Внутри у ее сестры все сжалось – на этот раз Анна не ошиблась. Немцы действительно добрались до Плаки: навстречу им деловито шли два солдата в немецкой форме. Девочка спросила себя, что делают враги, захватив какое-нибудь селение, и сама же ответила: «Начинают убивать всех, кого видят». Ее ноги словно налились свинцом.
– Что нам делать? – прошептала она.
– Идем дальше, – прошипела в ответ Анна.
– Может, нам лучше убежать? – спросила Мария.
– Не говори глупости. Я хочу посмотреть, какие они вблизи.
Схватив сестру за руку, Анна потащила ее за собой.
У солдат был совершенно непроницаемый вид, а их голубые глаза смотрели прямо перед собой. На них были плотные куртки из серой шерсти, а ботинки с коваными носами ритмично звякали по каменистой почве. Казалось, солдаты просто не заметили Анну с Марией – по крайней мере, они прошли мимо так, словно девочек не существовало.
– Они даже не посмотрели на нас! – воскликнула Анна, когда они отошли от немцев на достаточное расстояние. Ей было уже почти пятнадцать, и ее задевало, когда представители противоположного пола не обращали на нее внимания.
Несколько дней спустя в Плаку вошел небольшой немецкий отряд. Утром в один из домов, расположенный на окраине деревни, громко постучали.
– Открывайте! – кричали солдаты, колотя в дверь прикладами винтовок.
Несмотря на то что эти слова были произнесены на немецком, обитатели дома отлично поняли, чего от них хотят, – как поняли они и то, что было сказано дальше. Выбор, который им предоставили, был прост: либо очистить дом к полудню, либо… То, чего с таким нетерпением ждала Анна, случилось, и в воздухе над деревней повисло густое, как патока, напряжение.

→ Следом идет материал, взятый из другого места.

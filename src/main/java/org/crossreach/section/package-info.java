/**
 * The section across the river: the line, the depths and the velocities normal to the line.
 *
 * <p>Comes in: a track with its screened samples, and the line. Goes out: a {@link
 * org.crossreach.section.Section}, read column by column. Start at {@link
 * org.crossreach.section.Section#of}. Called by {@code profile} and what follows it.
 */
package org.crossreach.section;
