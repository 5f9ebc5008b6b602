package org.crossreach.report.pdf;

import java.io.IOException;
import org.apache.pdfbox.pdmodel.graphics.form.PDFormXObject;
import org.crossreach.report.chart.Picture;

/**
 * A picture with its title above it.
 *
 * @param picture the picture
 * @param ink how the title looks
 * @param tallest height that the picture may take at most (pt)
 */
record Figure(Picture picture, Ink ink, double tallest) implements Block {

  private double pictureHeight(double width) {
    return Math.min(tallest, picture.height(width));
  }

  @Override
  public double height(double width) {
    return ink.leading() + 2 + pictureHeight(width);
  }

  @Override
  public void draw(Sheet sheet, Structure.Element parent, double x, double y, double width)
      throws IOException {
    double high = pictureHeight(width);
    double top = y + ink.leading() + 2;
    PDFormXObject form = sheet.book().drawn(picture, width, high);
    Structure.Element figure = parent.add("Figure").alternative(picture.description());
    new Text("Caption", ink, picture.title())
        .write(sheet, figure.add("Caption"), "Caption", x, y, width);
    sheet.box(figure, x, top, width, high);
    sheet.piece(figure, "Figure", () -> sheet.form(form, x, top));
  }
}
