package org.crossreach.report.pdf;

import java.util.ArrayList;
import java.util.List;
import org.crossreach.agreement.Directions;
import org.crossreach.agreement.Spread;
import org.crossreach.agreement.Summary;
import org.crossreach.report.Decimals;
import org.crossreach.report.Quantity;
import org.crossreach.report.chart.PassesAcross;

/** Whether the passes agree along the section, in both directions, and in size. */
final class AgreementSection implements MeasurementSection {

  private static final double TALLEST = 150;

  @Override
  public List<Block> blocks(Subject subject) {
    List<Block> blocks = new ArrayList<>();
    blocks.add(new Gap(8));
    blocks.add(
        new Figure(
            new PassesAcross(subject.result(), subject.units(), subject.style().chart()),
            subject.style().caption(),
            TALLEST));
    blocks.add(new Gap(6));
    blocks.add(
        new SideBySide(
            List.of(List.of(directions(subject)), List.of(sizes(subject))), List.of(1.0, 1.0), 16));
    return blocks;
  }

  private static Table directions(Subject subject) {
    Directions directions = subject.result().summary().directions();
    return new Table(
            subject.style().tables(),
            List.of(
                Table.Heading.prose("Direction"),
                Table.Heading.numbers("Passes"),
                Table.Heading.numbers(subject.heading("Mean discharge", Quantity.DISCHARGE))))
        .row(
            "From the left bank",
            Integer.toString(directions.leftToRight()),
            subject.discharge(directions.leftToRightM3s()))
        .row(
            "From the right bank",
            Integer.toString(directions.rightToLeft()),
            subject.discharge(directions.rightToLeftM3s()))
        .row("Difference (% of the mean)", "", new Decimals(1).signed(directions.differencePct()));
  }

  private static Table sizes(Subject subject) {
    Summary summary = subject.result().summary();
    Table table =
        new Table(
            subject.style().tables(),
            List.of(
                Table.Heading.prose("Mean over used passes"),
                Table.Heading.numbers("Mean"),
                Table.Heading.numbers("Variation (%)")));
    row(subject, table, "Width", Quantity.LENGTH, summary.widthM(), 2);
    row(subject, table, "Area", Quantity.AREA, summary.areaM2(), 1);
    row(subject, table, "Mean velocity", Quantity.VELOCITY, summary.meanVelocityMps(), 3);
    return table;
  }

  private static void row(
      Subject subject, Table table, String name, Quantity quantity, Spread spread, int decimals) {
    table.row(
        name, subject.with(quantity, spread.mean(), decimals), new Decimals(1).of(spread.covPct()));
  }
}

О том, что происходило в остальной части Крита, достоверно никто не знал, но зато не было недостатка в слухах. Например, говорили, что какие-то небольшие отряды союзников движутся на восток, в сторону Ситии. Как-то вечером, уже после наступления темноты, с окружающих Плаку холмов спустились четыре британских солдата, которые некоторое время прятались в заброшенной пастушеской хижине. Они с беззаботным видом вошли в деревню, и прием, который им устроили местные жители, был не менее теплым, чем если бы они вернулись в свой родной городок под Лондоном. Сельчанами двигала не столько жажда узнать новости из первых рук, сколько присущее деревенским жителям гостеприимство и привычка принимать незнакомцев так, словно они были посланы Богом. И солдаты оправдали надежды: они съели и выпили все, что им было предложено, но только после того как один их них, неплохо владеющий греческим языком, рассказал, что произошло на предыдущей неделе на северо-западном побережье Крита.